JAKARTA – Kasus suap Pajak yang melibatkan Kasubdit Bukti Permulaan Direktorat Penegakan Hukum pada Direktorat Jenderal Pajak Handang Soekarno, hari ini, Senin (3/4) memasuki tahap penuntutan.
Terdakwa Country Director PT EK Prima Indonesia (EKP) Ramapanicker Rajamohanan Nair atau yang biasa disapa Mohan dituntut Jaksa Penuntut Umum dengan hukuman empat tahun penjara dan denda Rp250 juta subsidier enam bulan kurungan.
Rajamohanan dianggap memenuhi unsur memberi hadiah atau gratifikasi kepada penyelanggara negara, Handang Soekarno, untuk menyelesaikan permasalahan pajak PT EKP.
“Menuntut supaya majelis hakim memastikan terdakwa bersalah,” ujar jaksa Ali Fikri saat membacakan tuntutan di Pengadilan Tipikor, Jakarta, Senin (3/4).
Jaksa menyatakan, Mohan terbukti menyuap Handang sebesar Rp 1,9 miliar dari total Rp 6 miliar yang dijanjikan untuk membantu menyelesaikan persoalan pajak PT EKP, mulai dari permasalahan restitusi, pencabutan Pengusaha Kena Pajak (PKP), hingga bukti permulaan tindak pidana pajak.
Suap sebesar Rp 1,9 miliar diperoleh berdasarkan perhitungan 10 persen dari nilai Surat Tagihan Pajak dan Pertambahan Nilai (STP PPN) PT EKP sebesar Rp 52 miliar.
Dalam surat tuntutan, jaksa juga menyinggung soal pertemuan Dirjen Pajak Ken Dwijugisteadi dengan Direktur Utama PT Rakabu Sejahtera, Arif Budi Sulistyo dan rekan sesama pengusaha Rudy Priyambodo.
Arif yang merupakan ipar dari Presiden Jokowi, dalam keterangannya mengaku menemui Ken di kantornya untuk meminta penjelasan soal sosialisasi pengampunan pajak.
Jaksa menilai alasan Arief tersebut tidak logis dan dianggap berlebihan. Sebab, menurut Jaksa, untuk sosialisasi telah ada tim 100 yang dibentuk oleh Dirjen Pajak untuk mendampingi proses tax amnesty.
Menanggapi tuntutan jaksa, Mohan menyatakan akan mengajukan pledoi atau nota pembelaan dalam persidangan pekan depan. Ia menilai tuntutan jaksa terlalu berat. Namun Rajamohanan mengaku menyerahkan keputusan sepenuhnya pada majelis hakim.

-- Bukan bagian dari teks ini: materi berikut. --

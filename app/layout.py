"""The explorer page of one browser session: controls, plots, metrics, background work.

`Explorer` links an `ExplorerState` (the settings) to the physics and to the figures of
`app.plots`:

* a change of Vg or Vd solves one bias point on the *bias worker* and redraws the band
  diagram, the tunnel window, J(E), T(E) and the 2D map first;
* a change of the design, of Vd or of the sweep recomputes the transfer curves (tunnel
  FET and MOSFET twin) and the output curves on the *sweep worker*, streaming points
  into the plots with a progress bar; a newer request supersedes an older one (a
  generation counter read by the solver's ``cancelled`` callback), and the sweep yields
  to a pending bias point so that the band diagram stays quick;
* results reach the page through ``doc.add_next_tick_callback`` (Bokeh's thread-safe way
  to touch a served document); a failed solve shows a message naming the setting and
  keeps the last good plots;
* pinned designs (`app.pinning`) keep their band edges at the present bias (solved on the
  bias worker after the band diagram) and their transfer curves (on the sweep worker,
  after the present curves) on the plots, with a comparison table under the plots;
* a snapshot (`app.snapshot`) is exported and verified on a third worker; an import or a
  demo design restores every control in one update; the design, bias and sweep live in
  the page address (`app.sharing`), so that a link reproduces the view.

With ``background=False`` (tests, scripts) every computation runs at once in the
calling thread.
"""

from __future__ import annotations
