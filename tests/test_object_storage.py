"""Stores on object storage, and a real Dask cluster, against servers started here on localhost.

An S3-compatible server (moto's server mode, `s3_kit`) runs as a subprocess for the test session; the
endpoint and dummy credentials reach the storage library through its usual environment variables
(``AWS_ENDPOINT_URL``, ``AWS_ACCESS_KEY_ID``, ...), as a user's would. A Dask scheduler and two
single-threaded workers run as separate processes (the ``dask scheduler`` / ``dask worker``
commands). Small data: 200 samples x 800 int8 features in chunks of 16 (50 blocks).

Each run through S3 or the cluster is compared byte for byte with the threaded run on the same data on
local disk: reading the same chunks and computing the same blocks must give the same tables.
"""

from __future__ import annotations

import os
import shutil
import signal
import subprocess
import sys
import time
from pathlib import Path

import numpy as np
import pytest
from typer.testing import CliRunner

from widescreen.cli import app
from widescreen.simulate import SimulationConfig, simulate
from widescreen.store import ChunkError, StoreError, open_dataset

from .s3_kit import BUCKET, free_port, stop_process

pytestmark = pytest.mark.slow
pytest.importorskip("s3fs")
pytest.importorskip("moto.server")

CLI = [sys.executable, "-c", "from widescreen.cli import main; main()"]
runner = CliRunner()


@pytest.fixture(scope="module")
def study(s3_server, tmp_path_factory):
    """A simulated dosage study on local disk, imported into the bucket through the CLI, and the
    threaded runs on the local store (the references)."""
    root = tmp_path_factory.mktemp("objstore")
    cfg = SimulationConfig(
        design="dosage",
        n_samples=200,
        n_features=800,
        n_true=6,
        sigma=0.5,
        chunk_features=16,
        seed=3,
    )
    sim = simulate(root / "local.zarr", cfg)
    X = np.asarray(sim.dataset.X[:])
    ids = sim.dataset.sample_ids()
    fids = sim.dataset.feature_ids()
    text = ["sample," + ",".join(fids)]
    text += [
        f"{s}," + ",".join(np.where(row == -128, "NA", row.astype(str)))
        for s, row in zip(ids, X, strict=True)
    ]
    (root / "geno.csv").write_text("\n".join(text) + "\n")
    url = f"s3://{BUCKET}/geno.zarr"
    res = runner.invoke(
        app, ["import", str(root / "geno.csv"), url, "--dosage", "--chunk-features", "16", "-q"]
    )
    assert res.exit_code == 0, res.output
    refs = {}
    for command in ("screen", "run"):
        refs[command] = root / f"ref-{command}"
        res = runner.invoke(app, _args(command, sim.dataset.path, sim.outcome_path, refs[command]))
        assert res.exit_code == 0, res.output
    return {"root": root, "sim": sim, "url": url, "X": X, "refs": refs}


def _args(command: str, store, outcome, out: Path, *extra: str) -> list[str]:
    return [
        command,
        str(store),
        "--outcome",
        str(outcome),
        "--response",
        "y",
        "--out",
        str(out),
        "--quiet",
        "--no-report",
        *extra,
    ]


def _same_outputs(out: Path, ref: Path) -> None:
    """Tables (timing columns aside) and every statistics chunk file equal byte for byte."""
    for name in ("ranking.tsv", "model.tsv", "iterations.tsv"):
        if (ref / name).exists():
            assert _table(out / name) == _table(ref / name), name
    files = sorted(p.relative_to(ref) for p in (ref / "passes").glob("*/stats/*/c/*"))
    assert files == sorted(p.relative_to(out) for p in (out / "passes").glob("*/stats/*/c/*"))
    differ = [f for f in files if (out / f).read_bytes() != (ref / f).read_bytes()]
    assert not differ, differ[:5]


def _table(path: Path) -> list[list[str]]:
    rows = [line.split("\t") for line in path.read_text().splitlines()]
    keep = [i for i, c in enumerate(rows[0]) if c not in ("pass_seconds", "fit_seconds")]
    return [[r[i] for i in keep] for r in rows]


def _markers(out: Path, name: str = "screen") -> int:
    d = out / "passes" / name / "done"
    return len(list(d.glob("*.json"))) if d.is_dir() else 0


# ------------------------------------------------------------------------------------------------
# object storage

Sebagaimana diketahui Rajamohanan didakwa menyuap Kasubdit Bukti Permulaan Direktorat Penegakan Hukum pada Direktorat Jenderal Pajak Handang Soekarno sebesar 148.500 dolar AS atau senilai Rp 1,98 miliar dari komitmen Rp6 miliar yang disiapkan untuk Kepala Kantor Wilayah Direktorat Jenderal Pajak (Kakanwil DJP) Jakarta Khusus Muhammad Haniv dan Handang Soekarno.

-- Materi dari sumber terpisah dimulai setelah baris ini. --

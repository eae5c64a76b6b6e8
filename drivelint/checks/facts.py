"""The numbers of one stage that the rules share, each computed once with its origin.

A rule reads these and the physics functions; it never digs into parts files or model
cards itself, so a value means the same in every rule and every finding can say where it
came from.

Voltages are to ground unless a name says otherwise. A supply given as a waveform (a surge,
a dip, a soft start) has a highest and a lowest level: stress figures use the highest
(``v_bus``, ``v_aux_max``, ``v_boot_max``), headroom and hold figures the lowest
(``v_aux``, ``v_boot0``).
"""

from __future__ import annotations

import math
from collections.abc import Callable, Mapping, Sequence
from dataclasses import dataclass
from functools import cached_property
from typing import TYPE_CHECKING

from drivelint.checks.corners import (
    Corners,
    charge_spread,
    corners_of,
    hold_capacitance,
    leakage,
    stress_capacitance,
)
from drivelint.checks.corners import supply as supply_corner
from drivelint.circuit.model import GROUND, Circuit, Device
from drivelint.diagnostics import Span
from drivelint.netlist.values import format_si
from drivelint.netlist.waveforms import Waveform
from drivelint.physics import bootstrap as boot_physics
from drivelint.physics import commutation
from drivelint.physics import diode as diode_physics
from drivelint.physics import gate as gate_physics
from drivelint.ratings.directives import DirectiveSet
from drivelint.ratings.ratings import Ratings
from drivelint.ratings.values import Value, computed
from drivelint.stages.model import DriveStage, Rail

if TYPE_CHECKING:
    from drivelint.checks.drains import Drain, OnDrains

# The smallest current at which a model card's forward drop is evaluated (the ideal
# Shockley law would otherwise give a drop of zero). A boot supply at rest feeds only what
# the netlist shows drawing from it; a real board adds capacitor and board leakage of up to
# a microampere (common practice), worth giving as the capacitor's or diode's ir_leak when
# a hold time depends on the last few tenths of a volt.
DIODE_VF_MIN_CURRENT = 1e-9
# Junction temperature when no ambient is given: SPICE's nominal temperature (TNOM, 27 °C),
# which is also what a simulation of the deck runs at (SPICE3 / ngspice manual).
DEFAULT_TEMPERATURE = 300.15
# A charge pump's diodes carry little more than the gate's steady current: their drop is
# taken at this current when nothing better is known (common practice: small-signal
# diodes at about a milliampere).
PUMP_DIODE_CURRENT = 1e-3
# A freewheeling load current at the switch node is taken at this current when nothing gives
# it (a body diode's drop changes by n·V_T·ln 10 ≈ 60 mV per decade).
FREEWHEEL_CURRENT_DEFAULT = 1.0
# Stray parts (leads, ammeters, shunts) followed from a driver pin along a commutation loop.
MAX_STRAY_STEPS = 6
# The gate takes its charge up to the Miller plateau within about this long of the driver's
# edge (tens of nanoseconds for a driver IC, common practice): a hold capacitor refilled
# faster than this through the bootstrap path while the node is still low gets that charge
# back before the node rises.
PLATEAU_TIME = 100e-9
# The diode refills a dip down to a few n·V_T, where its current has fallen back to what it
# carried before (Shockley law: e³ ≈ 20×).
REFILL_RESIDUE_NVT = 3.0
# The documented default for V_GS(on) when neither the parts library nor a gate-charge test
# voltage gives one: the V_GS at which R_DS(on) is rated, 10 V for standard-level parts and
# 4.5 V for logic-level ones, told apart by the model's threshold (common practice:
# logic-level parts have V_th of about 1–2 V, standard-level ones 2–4 V).
VGS_ON_DEFAULT = 10.0
VGS_ON_LOGIC_LEVEL = 4.5
LOGIC_LEVEL_MAX_VTO = 2.0


# A driver IC with no parts entry (recognised by its pin names) is charged conservative
# figures, never zero. From memory: the boot-supply quiescent current of high-side gate
# drivers is typically 50-150 uA, a few hundred uA at most; bootstrap-sizing application
# notes take about 5 nC of level-shifter charge per cycle for high-voltage (600 V)
# half-bridge drivers, and low-voltage drivers need well under 1 nC. The quiescent
# default is used only where the driver's model shows no drain of its own from the boot
# pin; the level-shift charge, which no behavioural model shows, always.
DRIVER_IQ_BOOT_DEFAULT = 250e-6
DRIVER_Q_LEVELSHIFT_DEFAULT = 1e-9  # buses up to DRIVER_HIGH_VOLTAGE
DRIVER_Q_LEVELSHIFT_HIGH_VOLTAGE = 5e-9
DRIVER_HIGH_VOLTAGE = 100.0


def _driver_default(facts: StageFacts, key: str, amount: float | None = None) -> str:
    driver = facts.stage.driver
    assert driver is not None
    part = facts.ratings.parts.get(driver.subckt)
    if part is not None:
        # The user's own entry leaves it out: taken as none, and listed as assumed.
        return f"none given: part {part.name} ({part.origin}) has no {key}, taken as 0"
    if key == "q_levelshift":
        figure = format_si(amount or 0.0, "C")
        high = amount == DRIVER_Q_LEVELSHIFT_HIGH_VOLTAGE
        what = f"level-shift charge for a {'high' if high else 'low'}-voltage bus"
    else:
        figure, what = format_si(DRIVER_IQ_BOOT_DEFAULT, "A"), "boot-supply quiescent current"
    return (
        f"default: {figure}, a conservative {what} for driver {driver.device} (no parts "
        f"entry for {driver.subckt}; typical drivers take less, from memory); give {key} "
        "for the part"
    )


class NetIndex(dict[str, list[Device]]):
    """Every device touching each net, and (built when first asked) the devices of one kind
    on a net and the two-terminal devices between two nets: a rule that looks along a net
    every stage shares (a gate rail, ground) reads an index, not the whole net per stage."""

    def __init__(self, devices: Mapping[str, Device]) -> None:
        super().__init__()
        self._devices = devices
        self._kinds: dict[tuple[str, str], list[Device]] = {}
        self._pairs: dict[frozenset[str], list[Device]] | None = None

    def of_kind(self, net: str, kind: str) -> Sequence[Device]:
        """The devices of ``kind`` on ``net``, in circuit order."""
        key = (net, kind)
        found = self._kinds.get(key)
        if found is None:
            found = self._kinds[key] = [d for d in self.get(net, ()) if d.kind == kind]
        return found

    def between(self, a: str, b: str) -> Sequence[Device]:
        """The devices whose terminals are on ``a`` and ``b`` and nowhere else (a != b)."""
        if self._pairs is None:
            pairs: dict[frozenset[str], list[Device]] = {}
            for device in self._devices.values():
                nets = frozenset(device.nets)
                if len(nets) == 2:
                    pairs.setdefault(nets, []).append(device)
            self._pairs = pairs
        return self._pairs.get(frozenset((a, b)), ())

Dalam surat dakwaan Jaksa, nama ipar Presiden Jokowi, Arif Budi Sulistyo juga disebut-sebut sebagai pihak yang ikut dimintai bantuan oleh Mohan untuk masalah perpajakannya.
Arif yang belakangan diketahui adalah Direktur Operasional PT Rakabu Sejahtera juga punya hubungan dengan Haniv yang terungkap dalam rekaman pembicaraan antaran Rajamohanan dengan Duta Besar (Dubes) Indonesia untuk Uni Emirat Arab Husin Bagis pada 16 September 2016 yang ditunjukkan di pengadilan.
Diduga peran Arif dalam kasus ini adalah bertemu dengan Direktur Jenderal Pajak Ken Dwijugiasteadi bersama Rudi untuk menyampaikan keinginan Rajamohanan.
EDITOR: Harun S

@yanurdisah Trus makelarnya di seret apa ngga??
Haaaccchiiim…:D
gerbongnya gimana?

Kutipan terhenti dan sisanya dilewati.